Sudoku Players' Forum (clone)

First, this isn't a Sudoku puzzle, but I think that it is similar. I've been trying to finish it, but I'm not smart enough. So, I found this forum and figured someone on here is probably smart enough to figure it out. It's been driving me crazy.

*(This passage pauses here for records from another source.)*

import 'reflect-metadata';
import fs from 'node:fs';
import path from 'node:path';
import express, { type Express } from 'express';
import session from 'express-session';
import helmet from 'helmet';
import type { DataSource } from 'typeorm';
import { z } from 'zod';
import type { Config } from './config';
import type { AppContext } from './context';
import { requireCsrf } from './auth/csrf';
import { createPassport } from './auth/passport';
import { SqliteSessionStore } from './auth/session-store';
import { crashNetMiddleware } from './lib/crash-net';
import { errorMiddleware } from './lib/error-middleware';
import { AppError } from './lib/errors';
import { buildOpenApi } from './lib/openapi';
import { mountRoutes, type MountedRoute, type RouteDef } from './lib/route';
import { authRoutes } from './features/auth/auth.router';
import { createAuthService } from './features/auth/auth.service';
import { basemapApiRoutes, basemapTileRoutes } from './features/basemaps/basemaps.router';
import { createBasemapsService } from './features/basemaps/basemaps.service';
import type { Mailer } from './features/mail/mailer';
import { createMailWorker, type MailWorker, type MailWorkerOptions } from './features/mail/outbox';
import { exportsRoutes } from './features/exports/exports.router';
import { fitsRoutes } from './features/fits/fits.router';
import { reportsRoutes } from './features/reports/reports.router';
import { mapRoutes } from './features/map/map.router';
import { kSurfaceRoutes } from './features/ksurface/ksurface.router';
import { outlinesRoutes } from './features/ksurface/outlines.router';
import { sketchesRoutes } from './features/ksurface/sketches.router';
import { membersRoutes } from './features/members/members.router';
import { recordsRoutes } from './features/records/records.router';
import { sitesRoutes } from './features/sites/sites.router';
import { adminRoutes } from './features/users/users.router';
import { mountViewPage, viewerLinksRoutes, viewRoutes } from './features/viewer-links/viewer-links.router';
import { wellsRoutes } from './features/wells/wells.router';

export const VERSION = '0.1.0';

export interface KfieldApp {
  app: Express;
  routes: MountedRoute[];
  store: SqliteSessionStore;
  /** The outbox's delivery worker (tests drain it). */
  mail: MailWorker;
  close(): Promise<void>;
}

export interface AppDeps {
  config: Config;
  ds: DataSource;
  /** The relay the outbox worker delivers to. */
  mailer: Mailer;
  mailOptions?: MailWorkerOptions;
  log?: (msg: string, e?: unknown) => void;
}

export function createApp({ config, ds, mailer, mailOptions, log = (m, e) => console.error(m, e) }: AppDeps): KfieldApp {
  const mail = createMailWorker(ds, mailer, { log, ...mailOptions });
  const ctx: AppContext = { config, ds, outbox: mail };
  const app = express();
  app.disable('x-powered-by');
  app.use(crashNetMiddleware);
  if (config.TRUST_PROXY) app.set('trust proxy', 1);

  // Tiles, glyphs and styles are public, hot and cookie-free: served first, ahead of helmet (they set
  // the two security headers that matter for them) and of the session middleware.
  const basemaps = createBasemapsService(ctx, (m) => log(m, ''));
  const tileMounted: MountedRoute[] = [];
  const tiles = express.Router();
  mountRoutes(tiles, ctx, basemapTileRoutes(ctx, basemaps), tileMounted);
  app.use(tiles);
  app.use('/tiles', (req) => {
    throw new AppError('NOT_FOUND', `No tile route ${req.method} ${req.originalUrl}`, 404);
  });

  app.use(
    helmet({
      contentSecurityPolicy: {
        useDefaults: true,
        directives: {
          'default-src': ["'self'"],
          'script-src': ["'self'"],
          // maplibre and the charts set element styles; no remote style sheets.
          'style-src': ["'self'", "'unsafe-inline'"],
          'img-src': ["'self'", 'data:', 'blob:'],
          'font-src': ["'self'", 'data:'],
          'connect-src': ["'self'"],
          // maplibre-gl runs its tile workers from a same-origin script or a blob.
          'worker-src': ["'self'", 'blob:'],
          'child-src': ["'self'", 'blob:'],
          'object-src': ["'none'"],
          'frame-ancestors': ["'none'"],
          'upgrade-insecure-requests': config.COOKIE_SECURE ? [] : null,
        },
      },
      crossOriginEmbedderPolicy: false,
    }),
  );

  // A viewer link's page and read-only API: no account, so they come before the session middleware
  // (no session is read, made or touched for a viewer).
  const dist = path.resolve(config.CLIENT_DIST);
  const viewMounted: MountedRoute[] = [];
  const views = express.Router();
  mountRoutes(views, ctx, viewRoutes(ctx), viewMounted);
  app.use(views);
  mountViewPage(app, ctx, path.join(dist, 'index.html'));

  const store = new SqliteSessionStore(ds, config.SESSION_IDLE_SECONDS * 1000);
  const pp = createPassport(ctx);

  app.use('/api', express.json({ limit: '1mb' }));
  app.use(
    session({
      name: 'kfield.sid',
      secret: config.SESSION_SECRET,
      store,
      resave: false,
      saveUninitialized: false,
      rolling: true,
      cookie: { httpOnly: true, sameSite: 'lax', secure: config.COOKIE_SECURE, maxAge: config.SESSION_IDLE_SECONDS * 1000 },
    }),
  );
  // Absolute lifetime: a signed-in session ends this long after sign-in, however active it is.
  app.use((req, _res, next) => {
    const started = req.session?.signedInAtMs;
    if (started && Date.now() - started > config.SESSION_ABSOLUTE_SECONDS * 1000) {
      // regenerate destroys the old row and starts an empty, signed-out session.
      return req.session.regenerate((e) => next(e));
    }
    next();
  });
  app.use(pp.initialize());
  app.use(pp.session());
  app.use('/api', requireCsrf);

  const auth = createAuthService(ctx, store);
  const defs: RouteDef[] = [
    {
      method: 'get', path: '/api/health', tag: 'Instance', summary: 'Liveness and database check',
      responses: { 200: { description: 'Healthy', schema: z.object({ status: z.literal('ok'), version: z.string(), database: z.literal('ok') }) } },
      handler: async () => {
        await ds.query('SELECT 1');
        return { status: 'ok', version: VERSION, database: 'ok' };
      },
    },
    {
      method: 'get', path: '/api/openapi.json', tag: 'Instance', summary: 'This OpenAPI 3.1 document',
      responses: { 200: { description: 'OpenAPI document' } },
      handler: () => openapi,
    },
    ...authRoutes(ctx, pp, store),
    ...sitesRoutes(ctx),
    ...membersRoutes(ctx),
    ...wellsRoutes(ctx),
    ...recordsRoutes(ctx),
    ...fitsRoutes(ctx),
    ...mapRoutes(ctx),
    ...outlinesRoutes(ctx),
    ...kSurfaceRoutes(ctx),
    ...sketchesRoutes(ctx),
    ...exportsRoutes(ctx),
    ...reportsRoutes(ctx),
    ...viewerLinksRoutes(ctx),
    ...basemapApiRoutes(ctx, basemaps),
    ...adminRoutes(ctx, store, auth.sendReset, mail),
  ];
  const routes: MountedRoute[] = [...tileMounted, ...viewMounted];
  const api = express.Router();
  mountRoutes(api, ctx, defs, routes);
  const openapi = buildOpenApi(routes, VERSION);
  app.use(api);
  app.use('/api', (req) => {
    throw new AppError('NOT_FOUND', `No API route ${req.method} ${req.originalUrl}`, 404);
  });

  if (fs.existsSync(path.join(dist, 'index.html'))) {
    app.use(express.static(dist, { index: false, maxAge: '1h', setHeaders: (res, file) => {
      if (file.includes(`${path.sep}assets${path.sep}`)) res.setHeader('Cache-Control', 'public, max-age=31536000, immutable');
    } }));
    app.get('/{*splat}', (_req, res) => res.sendFile(path.join(dist, 'index.html')));
  }

  app.use(errorMiddleware(log));
  return {
    app, routes, store, mail,
    close: async () => {
      store.close();
      basemaps.close();
      await mail.stop();
    },
  };
}
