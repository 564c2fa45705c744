import type { DataSource } from 'typeorm';
import type { Config } from './config';
import type { Mailer } from './features/mail/mailer';

/** What every service needs, built once by createApp. */
export interface AppContext {
  config: Config;
  ds: DataSource;
  mailer: Mailer;
}
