import { z } from 'zod';

const bool = z
  .enum(['true', 'false', '1', '0', 'yes', 'no'], { error: 'must be true or false' })
  .transform((v) => v === 'true' || v === '1' || v === 'yes');

const duration = z.coerce.number({ error: 'must be a number of seconds' }).int().positive();

/** Every setting Kfield reads from the environment; defaults are safe for a laptop with no network. */
export const configSchema = z.object({
  NODE_ENV: z.enum(['development', 'production', 'test']).default('development'),
  HOST: z.string().default('127.0.0.1'),
  PORT: z.coerce.number({ error: 'must be a port number' }).int().min(0).max(65535).default(3000),
  PUBLIC_URL: z.url({ error: 'must be an absolute URL such as http://localhost:3000' }).default('http://localhost:3000'),
  DATABASE_PATH: z.string().min(1).default('data/kfield.sqlite'),
  SESSION_SECRET: z.string().min(32, 'must be at least 32 characters').default('kfield-development-secret-change-me-0123456789'),
  /** Unset: true when PUBLIC_URL is https. */
  COOKIE_SECURE: bool.optional(),
  /** Production refuses an http PUBLIC_URL unless this is true (e.g. a closed network without TLS). */
  ALLOW_HTTP_PUBLIC_URL: bool.default(false),
  TRUST_PROXY: bool.default(false),
  /** Who may create sites: admins only, or also anyone who is Lead of at least one site. */
  SITE_CREATORS: z.enum(['admins', 'leads'], { error: 'must be admins or leads' }).default('admins'),
  SESSION_IDLE_SECONDS: duration.default(8 * 3600),
  SESSION_ABSOLUTE_SECONDS: duration.default(7 * 24 * 3600),
  BCRYPT_COST: z.coerce.number().int().min(10, 'must be at least 10').max(15).default(12),
  /** Failed sign-ins to one account (from anywhere) within the window before it is refused with 429. */
  LOGIN_MAX_FAILURES: z.coerce.number().int().positive().default(10),
  /** Failed sign-ins to one account from one address within the window before that pair is refused. */
  LOGIN_MAX_FAILURES_PER_ACCOUNT_ADDRESS: z.coerce.number().int().positive().default(5),
  /** Failed sign-ins from one address (any accounts) after which each attempt is delayed, never refused. */
  LOGIN_SLOWDOWN_AFTER_PER_ADDRESS: z.coerce.number().int().positive().default(50),
  LOGIN_WINDOW_SECONDS: duration.default(15 * 60),
  /** Requests to viewer-link pages and their API (/view/…, /api/view/…) per client address per minute. */
  VIEW_REQUESTS_PER_MINUTE: z.coerce.number().int().positive().default(600),
  INVITATION_TTL_HOURS: z.coerce.number().positive().default(72),
  RESET_TTL_HOURS: z.coerce.number().positive().default(1),
  SMTP_HOST: z.string().default('127.0.0.1'),
  SMTP_PORT: z.coerce.number().int().min(0).max(65535).default(2525),
  SMTP_SECURE: bool.default(false),
  SMTP_USER: z.string().optional(),
  SMTP_PASSWORD: z.string().optional(),
  MAIL_FROM: z.string().default('Kfield <kfield@localhost>'),
  /** Run the local fake SMTP service inside the app (what it receives is kept in local_mailbox). */
  FAKE_SMTP: bool.default(true),
  /** The outbox retries a message the relay refused after this long, doubling each time (up to 15 min). */
  MAIL_RETRY_BASE_SECONDS: z.coerce.number({ error: 'must be a number of seconds' }).positive().default(5),
  /** Attempts before a message is marked undelivered (an Admin can retry it from the outbox). */
  MAIL_MAX_ATTEMPTS: z.coerce.number().int().min(1).max(50).default(8),
  /** Unset: true, except with NODE_ENV=production, where demo data need an explicit DEMO_DATA=true. */
  DEMO_DATA: bool.optional(),
  CLIENT_DIST: z.string().default('dist/client'),
  /** Largest logger or barometric file accepted by a record upload, in MB; a larger one gets 413. */
  RECORD_MAX_UPLOAD_MB: z.coerce.number({ error: 'must be a number of megabytes' }).positive('must be greater than 0').max(2048, 'must be at most 2048').default(100),
  /** The built basemap (basemap.mbtiles) and glyphs, written by npm run tiles. */
  TILES_DIST: z.string().min(1).default('tiles/dist'),
  /** Where uploaded basemaps are kept; empty means a basemaps folder beside DATABASE_PATH. */
  BASEMAP_DIR: z.string().default(''),
  /** Largest MBTiles file a basemap upload accepts, in MB; a larger one gets 413. */
  BASEMAP_MAX_UPLOAD_MB: z.coerce.number({ error: 'must be a number of megabytes' }).positive('must be greater than 0').max(65536, 'must be at most 65536').default(2048),
});

type ParsedConfig = z.infer<typeof configSchema>;
export type Config = Omit<ParsedConfig, 'COOKIE_SECURE' | 'DEMO_DATA'> & { COOKIE_SECURE: boolean; DEMO_DATA: boolean };

export class ConfigError extends Error {}

const invalid = (lines: string[]) => new ConfigError(`Kfield cannot start: the configuration is invalid\n${lines.join('\n')}`);

function productionProblems(cfg: Config): string[] {
  if (cfg.NODE_ENV !== 'production') return [];
  const problems: string[] = [];
  if (cfg.SESSION_SECRET.startsWith('kfield-development-secret')) problems.push('  - SESSION_SECRET: set a secret of your own in production');
  if (new URL(cfg.PUBLIC_URL).protocol !== 'https:' && !cfg.ALLOW_HTTP_PUBLIC_URL) {
    problems.push('  - PUBLIC_URL: must be an https address in production (sign-in cookies and passwords would cross the network in clear); set ALLOW_HTTP_PUBLIC_URL=true to accept http anyway');
  }
  return problems;
}

/** What the server should say at start about a configuration that works but is risky. */
export function startupWarnings(cfg: Config): string[] {
  const warnings: string[] = [];
  if (cfg.NODE_ENV === 'production' && cfg.DEMO_DATA) {
    warnings.push('Kfield: WARNING: DEMO_DATA=true in production: the demo accounts\' password is public (it is printed in the README); anyone can sign in as the demo Admin. Set DEMO_DATA=false and remove the demo accounts before real use.');
  }
  return warnings;
}

/** Parse once at start-up; a bad value stops the process with a readable list. */
export function loadConfig(env: Record<string, string | undefined> = process.env): Config {
  const clean = Object.fromEntries(Object.entries(env).filter(([, v]) => v !== undefined && v !== ''));
  const parsed = configSchema.safeParse(clean);
  if (!parsed.success) throw invalid(parsed.error.issues.map((i) => `  - ${i.path.join('.')}: ${i.message}`));
  const { COOKIE_SECURE, DEMO_DATA, ...rest } = parsed.data;
  const cfg: Config = {
    ...rest,
    COOKIE_SECURE: COOKIE_SECURE ?? new URL(rest.PUBLIC_URL).protocol === 'https:',
    DEMO_DATA: DEMO_DATA ?? rest.NODE_ENV !== 'production',
  };
  const problems = productionProblems(cfg);
  if (problems.length) throw invalid(problems);
  return cfg;
}
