import type { DataSource } from 'typeorm';
import type { Config } from './config';
import type { Outbox } from './features/mail/outbox';

/** What every service needs, built once by createApp. */
export interface AppContext {
  config: Config;
  ds: DataSource;
  /** Mail goes into the outbox inside the caller's transaction, never straight to the relay. */
  outbox: Outbox;
}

Have a look at it please. (see attached image)

Each row must contain one of each number which means each number must be ommitted once only.
We can therefore compose an 8th row containing the ommitted numbers out of the 8 valid ones for each column.
Now try a methodical method of diagonally placing each number in the other 7 columns where it must appear.

Here's a connection with 12x12 Sudokus:

Code: Select all

+---------++---------+---------+
| 1 2 3 4 || x x x x | x x x - | Set 1
| 5 6 7 8 || x x x x | x x x - | Set 2
| 9 a b c || x x x x | x x x - | Set 3
+---------++---------+---------+
| 2 3 4 1 || x x x x | x x x - | Set 1
| 6 7 8 5 || x x x x | x x x - | Set 2
| a b c 9 || x x x x | x x x - | Set 3
+---------++---------+---------+
| 3 4 1 2 || x x x x | x x x - | Set 1
| 7 8 5 6 || x x x x | x x x - | Set 2
| b c 9 a || x x x x | x x x - | Set 3
+---------++---------+---------+
| 4 1 2 3 || x x x x | x x x - | Set 1
| 8 5 6 7 || x x x x | x x x - | Set 2
| c 9 a b || x x x x | x x x - | Set 3
+---------++---------+---------+

You can get one solution from this grid:

Code: Select all

+---------++---------+---------+
| 1 2 3 4 || 5 6 7 8 | 9 a b c | Set 1
| 5 6 7 8 || 9 a b c | 1 2 3 4 | Set 2
| 9 a b c || 1 2 3 4 | 5 6 7 8 | Set 3
+---------++---------+---------+
| 2 3 4 1 || 6 7 8 5 | a b c 9 | Set 1
| 6 7 8 5 || a b c 9 | 2 3 4 1 | Set 2
| a b c 9 || 2 3 4 1 | 6 7 8 5 | Set 3
+---------++---------+---------+
| 3 4 1 2 || 7 8 5 6 | b c 9 a | Set 1
| 7 8 5 6 || b c 9 a | 3 4 1 2 | Set 2
| b c 9 a || 3 4 1 2 | 7 8 5 6 | Set 3
+---------++---------+---------+
| 4 1 2 3 || 8 5 6 7 | c 9 a b | Set 1
| 8 5 6 7 || c 9 a b | 4 1 2 3 | Set 2
| c 9 a b || 4 1 2 3 | 8 5 6 7 | Set 3
+---------++---------+---------+

David P Bird wrote:Each row must contain one of each number which means each number must be ommitted once only.
We can therefore compose an 8th row containing the ommitted numbers out of the 8 valid ones for each column.
Now try a methodical method of diagonally placing each number in the other 7 columns where it must appear.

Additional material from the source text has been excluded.